The mix in your code can be seen here:

• The calling code assumes the end argument as after the range
• Your debugging print assumes the end argument as after the range
• The first ("left") recursive call assumes the end argument is inclusive
• The if condition assumes the end argument is inclusive.
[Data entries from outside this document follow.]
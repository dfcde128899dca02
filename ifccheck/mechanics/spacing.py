"""How near bars lie to the concrete's surface and to one another."""

from __future__ import annotations

from collections.abc import Sequence

import numpy as np

from ifccheck.mechanics.arrays import Floats

Ring = Sequence[tuple[float, float]]


def distance_to_surface(y: Floats, z: Floats, rings: Sequence[Ring]) -> Floats:
    """Distance of points from the nearest edge of an outline.

    Parameters
    ----------
    y, z
        Points in the section [mm] (P).
    rings
        The outline and its voids; points (y, z) [mm].

    Returns
    -------
    Floats
        [mm] (P), whether a point lies inside or outside.

    Examples
    --------
    >>> square = [(0.0, 0.0), (400.0, 0.0), (400.0, 400.0), (0.0, 400.0)]
    >>> distance_to_surface(np.array([50.0]), np.array([200.0]), [square])
    array([50.])
    """
    start = np.concatenate([np.asarray(ring, dtype=np.float64) for ring in rings])
    end = np.concatenate(
        [np.roll(np.asarray(ring, dtype=np.float64), -1, axis=0) for ring in rings]
    )
    point = np.stack([y, z], axis=-1)[:, None, :]
    edge = end - start
    length_squared = np.maximum(np.sum(edge * edge, axis=-1), 1e-12)
    along = np.clip(np.sum((point - start) * edge, axis=-1) / length_squared, 0.0, 1.0)
    nearest = start + along[..., None] * edge
    return np.asarray(np.sqrt(np.sum((point - nearest) ** 2, axis=-1)).min(axis=1))


def nearest_neighbour(y: Floats, z: Floats, start: Floats, end: Floats) -> Floats:
    """Centre distance of each bar to the nearest bar that it runs beside.

    Parameters
    ----------
    y, z
        Bar centres of beams that have as many bars [mm] (..., P).
    start, end
        Where each bar starts and ends along the axis [mm] (..., P).

    Returns
    -------
    Floats
        [mm] (..., P); inf for a bar on its own.

    Examples
    --------
    >>> y, z = np.array([0.0, 80.0, 200.0]), np.full(3, 50.0)
    >>> nearest_neighbour(y, z, np.zeros(3), np.full(3, 5000.0))
    array([ 80.,  80., 120.])
    """
    distance = np.hypot(y[..., :, None] - y[..., None, :], z[..., :, None] - z[..., None, :])
    beside = (start[..., :, None] < end[..., None, :]) & (start[..., None, :] < end[..., :, None])
    beside &= ~np.eye(y.shape[-1], dtype=np.bool_)
    return np.asarray(np.where(beside, distance, np.inf).min(axis=-1, initial=np.inf))
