@pytest.mark.parametrize("schema", SCHEMAS)
def test_the_weakest_of_several_materials_counts_in_any_definition(schema: str) -> None:
    kinds = set(definitions(*_two_concretes(schema)))
    assert len(kinds) == (3 if schema == "IFC2X3" else 6)
    for kind in sorted(kinds):
        building, first, second = _two_concretes(schema)
        given = definitions(building, first, second)[kind]
        building.give_material(building.beam(solid(building), material=""), given)
        found = only_beam(building.read())
        assert found.concrete_strength is not None, kind
        assert found.concrete_strength.value == pytest.approx(25.0), kind
        assert "differs between sources" in found.remarks[0].text


def _two_concretes(schema: str) -> tuple[Building, Any, Any]:
    building = Building(schema)
    first = building.entity("IfcMaterial", "Concrete C30/37")
    return building, first, building.entity("IfcMaterial", "Concrete C25/30")


@pytest.mark.parametrize("schema", ["IFC4", "IFC4X3"])
@pytest.mark.parametrize("holder", ["the set", "a part"])
def test_properties_of_a_set_of_materials_and_of_its_parts_count(schema: str, holder: str) -> None:
    for kind in ("IfcMaterialLayerSet", "IfcMaterialConstituentSet", "IfcMaterialProfileSet"):
        building = Building(schema)
        one = building.entity("IfcMaterial", "Concrete")
        given = definitions(building, one, one)[kind]
        parts = given[0] if kind == "IfcMaterialLayerSet" else given[2]
        building.give_material(building.beam(solid(building), material=""), given)
        value = single(building, "CompressiveStrength", "IfcPressureMeasure", 27e6)
        weight = single(building, "MassDensity", "IfcMassDensityMeasure", 1900.0)
        held = given if holder == "the set" else parts[0]
        give_properties(building, held, "Pset_MaterialConcrete", value)
        give_properties(building, held, "Pset_MaterialCommon", weight)
        found = only_beam(building.read())
        assert found.concrete_strength is not None, kind
        assert found.concrete_strength.value == pytest.approx(27.0), kind
        assert found.concrete_density is not None
        assert found.concrete_density.value == pytest.approx(1900.0)


# Density -----------------------------------------------------------------------------------------


@pytest.mark.parametrize(("density", "factor"), [(2400.0, 1.0), (1900.0, 0.85), (1700.0, 0.75)])
def test_a_stated_density_lowers_what_rests_on_the_tension_of_concrete(
    tmp_path: Path, density: float, factor: float
) -> None:
    """CSA A23.3-14, 8.6.5, from memory: 1.00, 0.85 and 0.75; Vc is in proportion to it."""
    text = hall(step_halls.Beam(notation={**NOTATION, "Stirrups": "none"}))
    (number,) = re.findall(r"#(\d+)=IFCMATERIAL\(", text.replace("Concrete C30/37 col", ""))
    more = (
        f"#90=IFCPROPERTYSINGLEVALUE('MassDensity',$,IFCMASSDENSITYMEASURE({density}),$);\n"
        f"#91=IFCMATERIALPROPERTIES('Pset_MaterialCommon',$,(#90),#{number});\n"
    )
    resistances = []
    for name, model in (("plain", text), ("stated", text.replace("#100=", more + "#100=", 1))):
        folder = tmp_path / name
        folder.mkdir()
        paths = write(folder, model, brief(basis=BASIS + 'shear_method = "simplified"\n'))
        (rating,) = rate([paths[0]], paths[1]).reports[0].ratings.values()
        (shear,) = [each for each in rating.limit_states if each.name == "Shear"]
        resistances.append(shear.resistance)
    assert resistances[1] / resistances[0] == pytest.approx(factor, rel=1e-6)


# Steel -------------------------------------------------------------------------------------------


def grade_attribute(model: ModelWithBars, bar: Any) -> None:
    bar.SteelGrade = "350R"


def grade_property(model: ModelWithBars, bar: Any) -> None:
    model.properties(
        bar, "Office_Bars", {"Steel Grade": model.file.create_entity("IfcLabel", "350")}
    )


def yield_property(model: ModelWithBars, bar: Any) -> None:
    stress = model.file.create_entity("IfcPressureMeasure", 350.0)
    model.properties(bar, "Office_Bars", {"YieldStrength": stress})


def _type(model: ModelWithBars, bar: Any, **attributes: Any) -> None:
    if model.schema == "IFC2X3":
        kind = model.root("IfcBuildingElementProxyType", PredefinedType="NOTDEFINED", **attributes)
    else:
        kind = model.root("IfcReinforcingBarType", PredefinedType="MAIN", **attributes)
    model.root("IfcRelDefinesByType", RelatedObjects=[bar], RelatingType=kind)


def type_name(model: ModelWithBars, bar: Any) -> None:
    _type(model, bar, Name="Bar 350R")


def type_property(model: ModelWithBars, bar: Any) -> None:
    label = model.file.create_entity("IfcLabel", "350")
    single = model.file.create_entity("IfcPropertySingleValue", "Grade", None, label, None)
    _type(
        model, bar, HasPropertySets=[model.root("IfcPropertySet", Name="S", HasProperties=[single])]
    )


def _steel(model: ModelWithBars, bar: Any, name: str) -> Any:
    steel = model.file.create_entity("IfcMaterial", name)
    model.root("IfcRelAssociatesMaterial", RelatedObjects=[bar], RelatingMaterial=steel)
    return steel


def material_name(model: ModelWithBars, bar: Any) -> None:
    _steel(model, bar, "Rebar 350R")


def material_strength(model: ModelWithBars, bar: Any) -> None:
    create, steel = model.file.create_entity, _steel(model, bar, "Rebar")
    if model.schema == "IFC2X3":
        create("IfcMechanicalSteelMaterialProperties", Material=steel, YieldStress=350.0)
    else:
        value = create("IfcPressureMeasure", 350.0)
        single = create("IfcPropertySingleValue", "YieldStress", None, value, None)
        create("IfcMaterialProperties", "Pset_MaterialSteel", None, [single], steel)


def material_grade(model: ModelWithBars, bar: Any) -> None:
    create, steel = model.file.create_entity, _steel(model, bar, "Rebar")
    label = create("IfcLabel", "350R")
    single = create("IfcPropertySingleValue", "StructuralGrade", None, label, None)
    if model.schema == "IFC2X3":
        create(
            "IfcExtendedMaterialProperties", Material=steel, ExtendedProperties=[single], Name="S"
        )
    else:
        create("IfcMaterialProperties", "S", None, [single], steel)


GRADES: list[Callable[[ModelWithBars, Any], None]] = [
    grade_attribute, grade_property, yield_property, type_name, type_property, material_name,
    material_strength, material_grade,
]  # fmt: skip


def bar_of(schema: str) -> tuple[ModelWithBars, Any, Any]:
    model = ModelWithBars(schema=schema)
    beam = model.beam()
    (bar,) = model.bars(beam, straight(50, 5950, 0, 60), diameter=20.0)
    return model, beam, bar


@pytest.mark.parametrize("schema", SCHEMAS)
@pytest.mark.parametrize("place", GRADES, ids=lambda place: place.__name__)
def test_a_grade_is_read_wherever_it_stands(
    schema: str, place: Callable[[ModelWithBars, Any], None]
) -> None:
    model, beam, bar = bar_of(schema)
    place(model, bar)
    (bars,) = model.read(beam).bars
    assert bars.yield_strength is not None
    assert bars.yield_strength.value == pytest.approx(350.0)


@pytest.mark.parametrize("place", GRADES[1:], ids=lambda place: place.__name__)
def test_the_lowest_of_two_grades_counts_wherever_it_stands(
    place: Callable[[ModelWithBars, Any], None],
) -> None:
    model, beam, bar = bar_of("IFC4")
    bar.SteelGrade = "500W"
    place(model, bar)
    found = model.read(beam)
    assert found.bars[0].yield_strength is not None
    assert found.bars[0].yield_strength.value == pytest.approx(350.0)
    assert "yield strengths differ" in found.remarks


@pytest.mark.parametrize(
    ("texts", "unread"),
    [
        ([("grade", "A240")], "grade 'A240'"),
        ([("Office.Grade", "CA-50")], "Office.Grade 'CA-50'"),
        ([("material 'Rebar' S.YieldStress", "0.0004 MPa")], "0.0004 MPa"),
        ([("grade", "STEEL")], ""),
        ([("grade", "A240"), ("material", "B500B")], ""),
        ([("material", "Mix 12"), ("name", "Rebar 16")], ""),
    ],
)
def test_a_grade_that_is_stated_and_cannot_be_read_is_no_silence(
    texts: list[tuple[str, str]], unread: str
) -> None:
    grade = settle_grade(texts)
    assert unread in grade.unread
    assert bool(unread) == bool(grade.unread)
    assert (grade.given is not None and math.isnan(grade.given.value)) == bool(unread)


@pytest.mark.parametrize(
    ("grade", "entry", "rated"),
    [
        ("A240", "", False),
        ("A240", 'bar_yield = "240 MPa"\n', True),
        ("STEEL", "", True),
        ("400W", "", True),
    ],
)
def test_no_default_fills_a_grade_that_cannot_be_read(
    tmp_path: Path, grade: str, entry: str, rated: bool
) -> None:
    bars = [Bar(y=y, z=60.0, start=-50.0, end=6050.0) for y in (-90.0, 0.0, 90.0)]
    text = hall(step_halls.Beam(notation=None, bars=bars)).replace("'400W'", f"'{grade}'")
    entries = [LOAD, f'[[materials]]\nbeams = ["B-*"]\n{entry}'] if entry else [LOAD]
    paths = write(tmp_path, text, brief(*entries))
    (rating,) = rate([paths[0]], paths[1]).reports[0].ratings.values()
    assert (rating.verdict is not Verdict.NOT_RATED) is rated
    told = "; ".join(reason.text for reason in rating.reasons)
    assert ("yield strength of the bars cannot be read from grade 'A240'" in told) is not rated


def test_a_grade_of_a_section_definition_that_cannot_be_read_is_no_silence() -> None:
    make = ifcopenshell.file(schema="IFC4").create_entity
    entity = make("IfcReinforcementBarProperties", 3 * 300e-6, "A240", None, None, 0.0195, 3.0)
    units = read_units(Building("IFC4", "METRE").file)
    assert math.isnan(read_bars(entity, units).yield_strength or 0.0)
    entity.SteelGrade = "400W"
    assert read_bars(entity, units).yield_strength == 400.0
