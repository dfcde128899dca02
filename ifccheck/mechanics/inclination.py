"""Whether an outline stands level: what bending about a level axis alone rests on.

A section bends about the level axis under a vertical load where its product of inertia is zero,
or where something keeps it from turning. A plain shape that is turned about the beam's axis does
neither: most of its sides are inclined by one and the same angle to the level and the vertical.
"""

from __future__ import annotations

import math
from collections.abc import Sequence
from functools import lru_cache
from typing import NamedTuple

import numpy as np

from ifccheck.mechanics.arrays import Bools, Floats
from ifccheck.mechanics.width_profile import SLIVER

Rings = tuple[tuple[tuple[float, float], ...], ...]

SLIP = math.radians(1.0 + 1e-6)
"""An outline turned by no more than one degree is meant to be level."""
SAME_WAY = math.radians(0.05)
"""Sides whose directions differ by less than this run the same way."""
MOST = 0.5
"""Part of the length of all sides that tells how a plain shape is turned."""
LEVEL_PART = 0.3
"""Part of an outline's width that sides must have to tell what is level."""
MIRRORED = 1.0
"""Corners that are this near to the mirror image of another make a symmetric outline [mm]."""


class Moments(NamedTuple):
    """Second moments of area about the centroid [mm4]."""

    yy: float
    """Of the squares of z: for bending about the level axis"""
    zz: float
    yz: float

    @property
    def principal(self) -> float:
        """Inclination of the principal axis that is nearest to the level [rad]."""
        angle = math.atan2(2.0 * self.yz, self.zz - self.yy) / 2.0
        return math.remainder(angle, math.pi / 2.0)

    @property
    def neutral(self) -> float:
        """Inclination of the neutral axis under a moment about the level axis [rad]."""
        return math.atan2(self.yz, self.zz)


class Inclination(NamedTuple):
    """How an outline stands, angles anticlockwise with y to the right and z up [rad]."""

    rolled: float = 0.0
    """A plain shape turned by so much; 0 where it is not"""
    slip: float = 0.0
    """Turned by so little that it is meant to be level; 0 where it is level as drawn"""
    principal: float = 0.0
    """Inclination of the principal axes where the neutral axis is inclined too; else 0"""
    upright: bool = True
    """Most of its sides are level or vertical"""


@lru_cache(maxsize=4096)
def inclination_of(rings: Rings) -> Inclination:
    """Return how an outline stands.

    Parameters
    ----------
    rings
        Outer ring, then voids; points (y, z) [mm].

    Examples
    --------
    >>> inclination_of((((0.0, 0.0), (300.0, 0.0), (300.0, 600.0), (0.0, 600.0)),))
    Inclination(rolled=0.0, slip=0.0, principal=0.0, upright=True)
    """
    sides = np.concatenate([_sides(ring) for ring in rings])
    way = _most_common_way(sides)
    moments = second_moments(rings)
    inclined = min(abs(moments.principal), abs(moments.neutral)) > SLIP
    turned = way is not None and abs(way) > SLIP and not _symmetric(rings[0])
    return Inclination(
        rolled=way if turned and way is not None else 0.0,
        slip=_slip(sides, rings[0]),
        principal=moments.principal if inclined else 0.0,
        upright=way is not None and abs(way) <= SLIP,
    )


def _sides(ring: Sequence[tuple[float, float]]) -> Floats:
    points = np.array(ring, dtype=np.float64)
    return np.asarray(np.roll(points, -1, axis=0) - points)


def _most_common_way(sides: Floats) -> float | None:
    """The angle to the level or the vertical, whichever is nearer, of more than half of all
    sides by their length [rad]; None where no angle is that common."""
    lengths = np.hypot(sides[:, 0], sides[:, 1])
    angles = np.arctan2(sides[:, 1], sides[:, 0])
    apart = _within(angles[:, None] - angles, math.pi / 2.0)
    shares = (np.abs(apart) < SAME_WAY) @ lengths
    if shares.max() <= MOST * lengths.sum():
        return None
    longest = int(np.where(shares > MOST * lengths.sum(), lengths, 0.0).argmax())
    return float(_within(angles[longest], math.pi / 2.0))


def _within(angles: Floats, period: float) -> Floats:
    """Angles less whole periods, the nearest to 0."""
    return np.asarray(angles - period * np.round(angles / period))


def _slip(sides: Floats, outer: Sequence[tuple[float, float]]) -> float:
    """By how little the sides that are meant to be level are inclined; 0 where some are level."""
    width = max(y for y, _ in outer) - min(y for y, _ in outer)
    lengths = np.hypot(sides[:, 0], sides[:, 1])
    angles = _within(np.arctan2(sides[:, 1], sides[:, 0]), math.pi)
    near = np.abs(angles) <= SLIP
    level: Bools = near & (np.abs(sides[:, 1]) <= SLIVER / 2.0)
    if not near.any() or lengths[level].sum() >= LEVEL_PART * width:
        return 0.0
    longest = int(np.where(near, lengths, 0.0).argmax())
    alike = near & (np.abs(angles - angles[longest]) < SAME_WAY)
    return float(angles[longest]) if lengths[alike].sum() >= LEVEL_PART * width else 0.0


def _symmetric(ring: Sequence[tuple[float, float]]) -> bool:
    """Whether each corner has its mirror image, left for right."""
    points = np.array(ring, dtype=np.float64)
    mirrored = points * (-1.0, 1.0) + (points[:, 0].min() + points[:, 0].max(), 0.0)
    apart = np.hypot(*np.moveaxis(points[:, None] - mirrored, -1, 0))
    return bool((apart.min(axis=1) < MIRRORED).all())


def second_moments(rings: Sequence[Sequence[tuple[float, float]]]) -> Moments:
    """Second moments of area of an outline about its centroid.

    With a = y0 z1 - y1 z0 of each side, going round the outer ring one way and round voids the
    other: A = sum a / 2; S_y = sum a (y0 + y1) / 6; I_zz = sum a (y0^2 + y0 y1 + y1^2) / 12;
    I_yz = sum a (y0 z1 + 2 y0 z0 + 2 y1 z1 + y1 z0) / 24, then about the centroid.

    Parameters
    ----------
    rings
        Outer ring, then voids; points (y, z) [mm]. What lies in an odd number of rings counts.

    Returns
    -------
    Moments
        [mm4]

    Notes
    -----
    Two outer rings beside each other count both; a ring within one is a void.

    Examples
    --------
    >>> second_moments([[(0.0, 0.0), (300.0, 0.0), (300.0, 600.0), (0.0, 600.0)]])
    Moments(yy=5400000000.0, zz=1350000000.0, yz=0.0)

    References
    ----------
    First principles: Green's theorem on a polygon.
    """
    base = np.array(rings[0][0], dtype=np.float64)
    total = np.zeros(6)
    for index, ring in enumerate(rings):
        sums = _sums(np.array(ring, dtype=np.float64) - base)
        outer = index == 0 or not _holds(rings[0], ring)
        total += sums * math.copysign(1.0, sums[0]) * (1.0 if outer else -1.0)
    area, first_y, first_z, yy, zz, yz = total.tolist()
    y, z = first_y / area, first_z / area
    return Moments(yy - area * z * z, zz - area * y * y, yz - area * y * z)


def _sums(points: Floats) -> Floats:
    """Area, its first moments, and its second moments about the origin, signed by the sense."""
    (y0, z0), (y1, z1) = points.T, np.roll(points, -1, axis=0).T
    a = y0 * z1 - y1 * z0
    return np.array(
        [
            a.sum() / 2.0,
            (a * (y0 + y1)).sum() / 6.0,
            (a * (z0 + z1)).sum() / 6.0,
            (a * (z0 * z0 + z0 * z1 + z1 * z1)).sum() / 12.0,
            (a * (y0 * y0 + y0 * y1 + y1 * y1)).sum() / 12.0,
            (a * (y0 * z1 + 2.0 * y0 * z0 + 2.0 * y1 * z1 + y1 * z0)).sum() / 24.0,
        ]
    )


def _holds(outer: Sequence[tuple[float, float]], ring: Sequence[tuple[float, float]]) -> bool:
    """Whether the extent of one ring lies within that of another."""
    one, other = np.array(outer), np.array(ring)
    return bool((other.min(axis=0) >= one.min(axis=0)).all()) and bool(
        (other.max(axis=0) <= one.max(axis=0)).all()
    )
You obviously cannot mix the two approaches and must make changes to make it consistent.

So either (excluding):

def binarySearch(arr, start, end, x):
  print('the input array is: ' + str(arr[start:end]))  
  if end>start:
    mid_idx=(start+end)//2
    print('mid index is: ' + str(mid_idx))
    if arr[mid_idx]==x:
      return mid_idx
    elif arr[mid_idx]>x:
      return binarySearch(arr,start,mid_idx, x)
    else:
      return binarySearch(arr,mid_idx+1,end, x)
  else:
    return None

arr=[4, 5, 6, 7, 8, 11, 20]
res=binarySearch(arr, 0, len(arr),6)
print(res)

Or (including):

def binarySearch(arr, start, end, x):
  print('the input array is: ' + str(arr[start:end+1]))  
  if end>=start:
    mid_idx=(start+end)//2
    print('mid index is: ' + str(mid_idx))
    if arr[mid_idx]==x:
      return mid_idx
    elif arr[mid_idx]>x:
      return binarySearch(arr,start,mid_idx-1, x)
    else:
      return binarySearch(arr,mid_idx+1,end, x)
  else:
    return None

arr=[4, 5, 6, 7, 8, 11, 20]
res=binarySearch(arr, 0, len(arr)-1,6)
print(res)